## The input
-------
#[test]
fn a_plain_table_is_read() {
    let seen = whole(&plain(), "at,note,id,kg\n2025-03-01,x,S1,3.5\n2025-03-02,,S2,4\n");
    assert_eq!(seen.good(), [["S1", "2025-03-01", "3.5"], ["S2", "2025-03-02", "4"]]);
    assert_eq!(seen.counts, LineCounts { header: 1, ..LineCounts::default() });
    assert_eq!((seen.lines, seen.rows[1].line, seen.rows[1].bytes), (3, 3, Some((34, 50))));
    assert_eq!(seen.rows[1].raw, "2025-03-02,,S2,4");
}

#[test]
fn line_ends_may_be_mixed() {
    let seen = whole(&plain(), "id,at,kg\r\nS1,a,1\rS2,b,2\nS3,c,3\r\r\nS4,d,4\r");
    assert_eq!(seen.rows.iter().map(|row| row.line).collect::<Vec<_>>(), [2, 3, 4, 6]);
    assert_eq!((seen.counts.blank, seen.lines), (1, 6));
}

#[test]
fn a_preamble_and_a_footer_surround_the_table() {
    let mut reader = reader(Some(b';'), &["Code", "Datum", "Kraft (kg)"]);
    reader.header = starts_with("Code");
    reader.stop_at = Some(regex("^Ende der Liste"));
    reader.encoding = label("windows-1252");
    let text = "Gerät: Handkraft\r\nPrüfer: BÄ;;\r\n\r\nCode;Datum;Kraft (kg)\r\nP1;11.03.2025;30,9\r\nEnde der Liste\r\nP9;x;9\r\n";
    let bytes = encoding_rs::WINDOWS_1252.encode(text).0.into_owned();
    let seen = whole(&reader, &bytes);
    assert_eq!(seen.good(), [["P1", "11.03.2025", "30,9"]]);
    assert_eq!(seen.counts, LineCounts { preamble: 3, header: 1, footer: 2, ..LineCounts::default() });
    let rows = read::open(&reader, &bytes).unwrap();
    assert_eq!((rows.preamble("Prüfer"), rows.preamble("Gerät")), (Some("BÄ"), Some("Handkraft")));
    let (start, end) = seen.rows[0].bytes.unwrap();
    assert_eq!(&bytes[start as usize..end as usize], b"P1;11.03.2025;30,9");
}

#[test]
fn utf16_is_read_either_way() {
    let text = "id\tat\tkg µ\r\nS1\tzwölf\t3\r\n\"S\n2\"\ta\t4\r\n";
    let reader = reader(Some(b'\t'), &["id", "at", "kg \u{3bc}"]);
    for little in [true, false] {
        let bytes = utf16(text, little, true);
        let seen = whole(&reader, &bytes);
        assert_eq!(seen.good(), [["S1", "zwölf", "3"], ["S\n2", "a", "4"]]);
        assert_eq!((seen.rows[1].line, seen.rows[1].lines, seen.lines), (3, 2, 4));
        let (start, end) = seen.rows[1].bytes.unwrap();
        assert_eq!(bytes[start as usize..end as usize], utf16("\"S\n2\"\ta\t4", little, false));
        let mut named = reader.clone();
        named.encoding = label(if little { "utf-16le" } else { "utf-16be" });
        assert_eq!(whole(&named, utf16(text, little, false)).good(), seen.good());
        assert_eq!(whole(&named, &bytes).good(), seen.good());
        assert!(unreadable(&named, &utf16(text, !little, true)).contains("byte-order mark"));
    }
}

#[test]
fn half_a_code_unit_at_the_end_is_a_fault_of_its_line() {
    let reader = reader(Some(b'\t'), &COLUMNS);
    let mut bytes = utf16("id\tat\tkg\nS1\ta\t3\n", true, true);
    bytes.push(b'S');
    let seen = whole(&reader, &bytes);
    assert_eq!((seen.good().len(), seen.unreadable(), seen.lines), (1, vec![3], 3));
}

#[test]
fn encodings_are_named_or_refused() {
    let mut reader = plain();
    let text = b"id,at,kg\nS1,m\xE4n,3\n";
    assert!(unreadable(&reader, text).contains("line 2"));
    reader.encoding = label("windows-1252");
    assert_eq!(whole(&reader, text).good(), [["S1", "män", "3"]]);
    reader.encoding = label("utf-8");
    let seen = whole(&reader, b"id,at,kg\nS1,m\xE4n,3\nS2,a,4\n");
    assert_eq!((seen.good(), seen.unreadable()), (vec![vec!["S2", "a", "4"]], vec![2]));
    let Some(RowFault::Unreadable(what)) = &seen.rows[0].fault else { panic!() };
    assert!(what.contains("offset 13"), "{what}");
    assert_eq!(seen.rows[0].cells, ["", "", ""]);
}

#[test]
fn a_preamble_in_another_encoding_does_no_harm_to_a_table_of_ascii() {
    let mut reader = plain();
    reader.header = starts_with("id");
    let text = b"Place: Ward 1\nTester: B\xE4\nid,at,kg\nS1,a,1\n".to_vec();
    let seen = whole(&reader, &text);
    assert_eq!((seen.good(), seen.counts.preamble), (vec![vec!["S1", "a", "1"]], 2));
    let rows = read::open(&reader, &text).unwrap();
    assert_eq!((rows.preamble("Place"), rows.preamble("Tester")), (Some("Ward 1"), None));
    // But not to any other table, even if it happens to be valid UTF-8.
    let what = unreadable(&reader, b"Tester: B\xE4\nid,at,kg\nS1,\xC3\xA4,1\n");
    assert!(what.contains("line 1") && what.contains("offset 9"), "{what}");
    // A header that cannot be decoded is no header.
    let mut named = reader.clone();
    named.encoding = label("utf-8");
    assert!(unreadable(&named, b"Tester\nid,at,kg,\xB5\nS1,a,1,2\n").contains("line 2"));
}

#[test]
fn multi_byte_encodings_hide_delimiters_inside_characters() {
    let mut reader = reader(Some(b'|'), &COLUMNS);
    reader.encoding = label("shift_jis");
    // The second byte of U+30DD is 0x7C, the bar.
    let bytes = encoding_rs::SHIFT_JIS.encode("id|at|kg\nS1|ポ|3\n").0.into_owned();
    assert!(bytes.iter().filter(|byte| **byte == b'|').count() > 4);
    assert_eq!(whole(&reader, &bytes).good(), [["S1", "ポ", "3"]]);
}

#[test]
fn a_mark_is_no_part_of_the_first_label() {
    for label in ["id", "\"id\""] {
        let seen = whole(&plain(), format!("\u{feff}{label},at,kg\nS1,a,1\n"));
        assert_eq!(seen.good(), [["S1", "a", "1"]]);
    }
    let mut reader = plain();
    reader.header = starts_with("id");
    assert_eq!(whole(&reader, "\u{feff}\"id\",at,kg\nS1,a,1\n").counts.header, 1);
}

#[test]
fn nul_bytes_are_no_text() {
    assert!(unreadable(&plain(), b"id,at\0,kg\nS1,a,1\n").contains("NUL"));
    assert!(unreadable(&plain(), &utf16("id,at,kg\nS1,a,1\n", true, false)).contains("NUL"));
    let seen = whole(&plain(), b"id,at,kg\nS1,\0a,1\nS2,b,2\n");
    assert_eq!((seen.unreadable(), seen.good().len()), (vec![2], 1));
}

#[test]
fn quoted_cells_may_hold_anything() {
    let seen = whole(&plain(), "id,at,kg,note\nS1,\"a,b\",1,\"two\nlines, \"\"quoted\"\"\"\nS2,b,2,\n");
    assert_eq!(seen.good(), [["S1", "a,b", "1"], ["S2", "b", "2"]]);
    assert_eq!((seen.rows[0].lines, seen.rows[1].line, seen.lines), (2, 4, 4));
    assert_eq!(seen.rows[0].raw, "S1,\"a,b\",1,\"two\nlines, \"\"quoted\"\"\"");
}

#[test]
fn a_header_may_take_several_lines() {
    let quoted = reader(Some(b','), &["id", "at", "Concentration (ng/ul)"]);
    let seen = whole(&quoted, "id,at,\"Concentration\r\n(ng/ul)\"\r\nS1,a,1\r\n");
    assert_eq!((seen.good(), seen.counts.header), (vec![vec!["S1", "a", "1"]], 2));
    let mut double = reader(Some(b','), &["id", "at", "Grip left"]);
    double.header = Header::Row { row: 2, lines: 2 };
    let seen = whole(&double, "Clinic,,\nid,at,Grip\n,,left\nS1,a,1\n\nid,at,Grip\n,,left\nS2,b,2\n");
    assert_eq!(seen.good(), [["S1", "a", "1"], ["S2", "b", "2"]]);
    let counts = LineCounts { preamble: 1, header: 2, blank: 1, repeated_header: 2, ..LineCounts::default() };
    assert_eq!(seen.counts, counts);
    assert!(layout(&double, "Clinic\nid,at,Grip").contains("2 lines"));
}

#[test]
fn an_unclosed_quote_spoils_its_own_line_only() {
    let seen = whole(&plain(), "id,at,kg\nS1,a,1\nS2,\"b,2\nS3,c,3\nS4,d,4\n");
    assert_eq!((seen.unreadable(), seen.good().len(), seen.lines), (vec![3], 3, 5));
    // In the last column, too.
    let seen = whole(&plain(), "id,at,kg\nS1,a,1\nS2,b,\"2\nS3,c,3\nS4,d,4\n");
    assert_eq!((seen.unreadable(), seen.good().len()), (vec![3], 3));
}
-------
## Exercise goal
Only one stretch of the data above is needed. Restate it word for word, from the line containing "3, Some((34, 50))));" through the line containing "little, false)).good(), seen.good());", both ends included.

## Answer box
    assert_eq!((seen.lines, seen.rows[1].line, seen.rows[1].bytes), (3, 3, Some((34, 50))));
    assert_eq!(seen.rows[1].raw, "2025-03-02,,S2,4");
}

#[test]
fn line_ends_may_be_mixed() {
    let seen = whole(&plain(), "id,at,kg\r\nS1,a,1\rS2,b,2\nS3,c,3\r\r\nS4,d,4\r");
    assert_eq!(seen.rows.iter().map(|row| row.line).collect::<Vec<_>>(), [2, 3, 4, 6]);
    assert_eq!((seen.counts.blank, seen.lines), (1, 6));
}

#[test]
fn a_preamble_and_a_footer_surround_the_table() {
    let mut reader = reader(Some(b';'), &["Code", "Datum", "Kraft (kg)"]);
    reader.header = starts_with("Code");
    reader.stop_at = Some(regex("^Ende der Liste"));
    reader.encoding = label("windows-1252");
    let text = "Gerät: Handkraft\r\nPrüfer: BÄ;;\r\n\r\nCode;Datum;Kraft (kg)\r\nP1;11.03.2025;30,9\r\nEnde der Liste\r\nP9;x;9\r\n";
    let bytes = encoding_rs::WINDOWS_1252.encode(text).0.into_owned();
    let seen = whole(&reader, &bytes);
    assert_eq!(seen.good(), [["P1", "11.03.2025", "30,9"]]);
    assert_eq!(seen.counts, LineCounts { preamble: 3, header: 1, footer: 2, ..LineCounts::default() });
    let rows = read::open(&reader, &bytes).unwrap();
    assert_eq!((rows.preamble("Prüfer"), rows.preamble("Gerät")), (Some("BÄ"), Some("Handkraft")));
    let (start, end) = seen.rows[0].bytes.unwrap();
    assert_eq!(&bytes[start as usize..end as usize], b"P1;11.03.2025;30,9");
}

#[test]
fn utf16_is_read_either_way() {
    let text = "id\tat\tkg µ\r\nS1\tzwölf\t3\r\n\"S\n2\"\ta\t4\r\n";
    let reader = reader(Some(b'\t'), &["id", "at", "kg \u{3bc}"]);
    for little in [true, false] {
        let bytes = utf16(text, little, true);
        let seen = whole(&reader, &bytes);
        assert_eq!(seen.good(), [["S1", "zwölf", "3"], ["S\n2", "a", "4"]]);
        assert_eq!((seen.rows[1].line, seen.rows[1].lines, seen.lines), (3, 2, 4));
        let (start, end) = seen.rows[1].bytes.unwrap();
        assert_eq!(bytes[start as usize..end as usize], utf16("\"S\n2\"\ta\t4", little, false));
        let mut named = reader.clone();
        named.encoding = label(if little { "utf-16le" } else { "utf-16be" });
        assert_eq!(whole(&named, utf16(text, little, false)).good(), seen.good());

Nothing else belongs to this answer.